PROBLEM REQUIREMENTS — Filter these entries down to lines holding "machine".

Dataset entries
"""``rotorwatch replay --history PATH``: the options, opening the history, and the report after it.

    rotorwatch replay --config config/university-rig.toml --history exports/ --time-pattern '%Y.%m.%d.%H.%M.%S'
    rotorwatch replay --config C --history rig.npz --learning-updates 6 --lead 2h --plot trend.png
    rotorwatch replay --config C --history description.toml --expect "outer-race on de reaches alarm before 2004-02-19 06:00"

The machine configuration (``--config``, with ``--set`` overrides as on ``rotorwatch run``) says which
point each channel feeds and at which rate the data must be (see :mod:`rotorwatch.history.feed`). After
the replay come the threshold margins (:mod:`.margins`) and, with ``--plot``, a picture (:mod:`.plot`).
"""

from __future__ import annotations

import argparse
from dataclasses import dataclass
from typing import IO, Any

from ..errors import InputError
from ..replay import ReplayLog
from .feed import HistoryFrames
from .margins import LevelLog, margin_record, margins, margins_table
from .readers import History, open_history
from .spec import spec_from_args
from .timestamps import parse_date, parse_duration


def add_arguments(p: argparse.ArgumentParser, sources: Any) -> None:
    sources.add_argument("--history", metavar="PATH",
                         help="a machine's history: a folder of recordings (WAV, .npz, delimited text), a zip or tar "
                              "of one, one .npz of snapshots, the daemon's snapshot folder, or a .toml description")
    h = p.add_argument_group("history (--history)")
    h.add_argument("--time-pattern", metavar="PATTERN",
                   help="the time in each file's name, strftime style, e.g. '%%Y.%%m.%%d.%%H.%%M.%%S' (default: a JSON "
                        "sidecar per file with time, or --start and --cadence)")
    h.add_argument("--cadence", metavar="DURATION", help="with --start: element k at start + k x cadence, e.g. '10 min'")
    h.add_argument("--delimiter", metavar="TEXT", help="text files: the column separator (default: white space)")
    h.add_argument("--header-lines", type=int, metavar="N", help="text files: lines to skip at the top")
    h.add_argument("--sample-rate", type=float, metavar="HZ", help="text files: the sample rate")
    h.add_argument("--columns", metavar="MAP", help="column or channel of each point, e.g. 'de-h=0,nde-h=2' (from 0)")
    h.add_argument("--data-rate", action="store_true",
                   help="analyze at the data's rate when it differs from acquisition.sample_rate_hz (default: refuse)")
    h.add_argument("--healthy-until", metavar="DATE",
                   help="margins: the end of the healthy part (default: the update before the first raise)")
    h.add_argument("--lead", default="24 h", metavar="DURATION",
                   help="margins: how long before the end a warning must come (default 24 h)")
    h.add_argument("--plot", metavar="FILE.png", help="draw the trend of values with their levels and states")
    h.add_argument("--plot-values", metavar="LIST",
                   help="values to draw, e.g. 'de:outer-race,de:overall' (default: those raised, else the first point's)")


@dataclass
class HistoryInput:
    history: History
    frames: HistoryFrames  # a replaypool.FrameSource
    fs_hz: float
    start_unix_s: float
    total: int
    source: str
    cadence: str


def open_input(args: argparse.Namespace, config: Any, machine: Any, start_given: bool) -> HistoryInput:
    """Open ``--history`` for ``machine``; decodes the first element to learn the rate."""
    args.start_given = start_given
    spec = spec_from_args(args)
    history = open_history(spec, machine, machine.analysis.window_s)
    try:
        rate_hz = config.acquisition.sample_rate_hz
        frames = HistoryFrames(history, rate_hz)
    except BaseException:
        history.close()
        raise
    times = [e.time_s for e in history.elements]
    gaps = [b - a for a, b in zip(times, times[1:])]
    cadence = (f"at their own times (median step {sorted(gaps)[len(gaps) // 2] / 3600:.3g} h, longest gap "
               f"{max(gaps) / 3600:.3g} h)") if gaps else "(one element)"
    fs = frames.fs_hz
    rate_note = "" if abs(fs - rate_hz) < 1e-6 * rate_hz else f" at the data's rate {fs:g} Hz (configured {rate_hz:g} Hz)"
    return HistoryInput(history, frames, fs, history.start_unix_s, len(history.elements),
                        f"history {history.source}{rate_note}", cadence)


def new_log(machine: Any, start_unix_s: float) -> LevelLog:
    return LevelLog(machine, start_unix_s)


def _healthy_until(args: argparse.Namespace, log: LevelLog) -> float | None:
    text = getattr(args, "healthy_until", None)
    return None if not text else parse_date(text, "--healthy-until") - log.start_unix_s


def report(args: argparse.Namespace, log: ReplayLog, out: IO[str], emit: Any) -> None:
    """Margins (text or jsonl records) and the plot, after a replay (of a history: a :class:`LevelLog`)."""
    if not isinstance(log, LevelLog):
        return
    lead_s = parse_duration(args.lead, "--lead") if args.lead else 0.0
    rows, until, how = margins(log, _healthy_until(args, log), lead_s)
    if args.format == "jsonl":
        for m in rows:
            emit(margin_record(log, m), out)
    else:
        out.write("\n" + margins_table(log, rows, until, how, lead_s) + "\n")
    if getattr(args, "plot", None):
        from .plot import draw

        path = draw(log, args.plot, getattr(args, "plot_values", None), until, rows)
        if args.format != "jsonl":
            out.write(f"\nplot written to {path}\n")


def check_options(args: argparse.Namespace) -> None:
    """History-only options given without --history are a mistake worth one line."""
    if getattr(args, "history", None):
        return
    given = [o for o, k in (("--time-pattern", "time_pattern"), ("--cadence", "cadence"), ("--columns", "columns"),
                            ("--sample-rate", "sample_rate"), ("--delimiter", "delimiter"))
             if getattr(args, k, None) is not None]
    if given:
        raise InputError(f"{given[0]}: applies to --history only")


# ------------------------------------------------------------------------------ analyze one element
def add_element_arguments(p: argparse.ArgumentParser) -> None:
    """``rotorwatch analyze HISTORY --at DATE``: the same reader, one element."""
    h = p.add_argument_group("one element of a history (FILE is then a history, as for replay --history)")
    h.add_argument("--at", metavar="DATE", help="analyze the history's element at (or nearest to) this date (needs --config)")
    h.add_argument("--time-pattern", metavar="PATTERN", help="the time in each file's name, strftime style")
    h.add_argument("--start", metavar="DATE", help="with --cadence: the first element's time")
    h.add_argument("--cadence", metavar="DURATION", help="with --start: element k at start + k x cadence")
    h.add_argument("--delimiter", metavar="TEXT", help="text files: the column separator (default: white space)")
    h.add_argument("--header-lines", type=int, metavar="N", help="text files: lines to skip at the top")
    h.add_argument("--sample-rate", type=float, metavar="HZ", help="text files: the sample rate")
    h.add_argument("--columns", metavar="MAP", help="column or channel of each point, e.g. 'de-h=0,nde-h=2'")


def element_samples(args: argparse.Namespace, machine: Any, point: Any) -> tuple[Any, float, str]:
    """The element of ``args.file`` (a history) nearest ``args.at``: (m/s^2 samples of ``point``, rate, name)."""
    import numpy as np

    ns = argparse.Namespace(**vars(args))
    ns.history, ns.start_given = args.file, args.start is not None
    spec = spec_from_args(ns)
    spec.data_rate = True  # analyze takes the element at its own rate
    history = open_history(spec, machine, None)
    try:
        at = parse_date(args.at, "--at")
        i = min(range(len(history.elements)), key=lambda k: abs(history.elements[k].time_s - at))
        element = history.elements[i]
        decoded = history.decode(i)
    finally:
        history.close()
    block = decoded.blocks_v.get(point.id)
    if block is None or decoded.fs_hz is None:
        raise InputError(f"{element.name}: holds no samples for point {point.id!r}")
    return np.asarray(block, dtype=float) / point.sensor.volts_per_m_s2, decoded.fs_hz, element.name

RESPONSE TO THIS EXERCISE —
The machine configuration (``--config``, with ``--set`` overrides as on ``rotorwatch run``) says which
                         help="a machine's history: a folder of recordings (WAV, .npz, delimited text), a zip or tar "
def open_input(args: argparse.Namespace, config: Any, machine: Any, start_given: bool) -> HistoryInput:
    """Open ``--history`` for ``machine``; decodes the first element to learn the rate."""
    history = open_history(spec, machine, machine.analysis.window_s)
def new_log(machine: Any, start_unix_s: float) -> LevelLog:
    return LevelLog(machine, start_unix_s)
def element_samples(args: argparse.Namespace, machine: Any, point: Any) -> tuple[Any, float, str]:
    history = open_history(spec, machine, None)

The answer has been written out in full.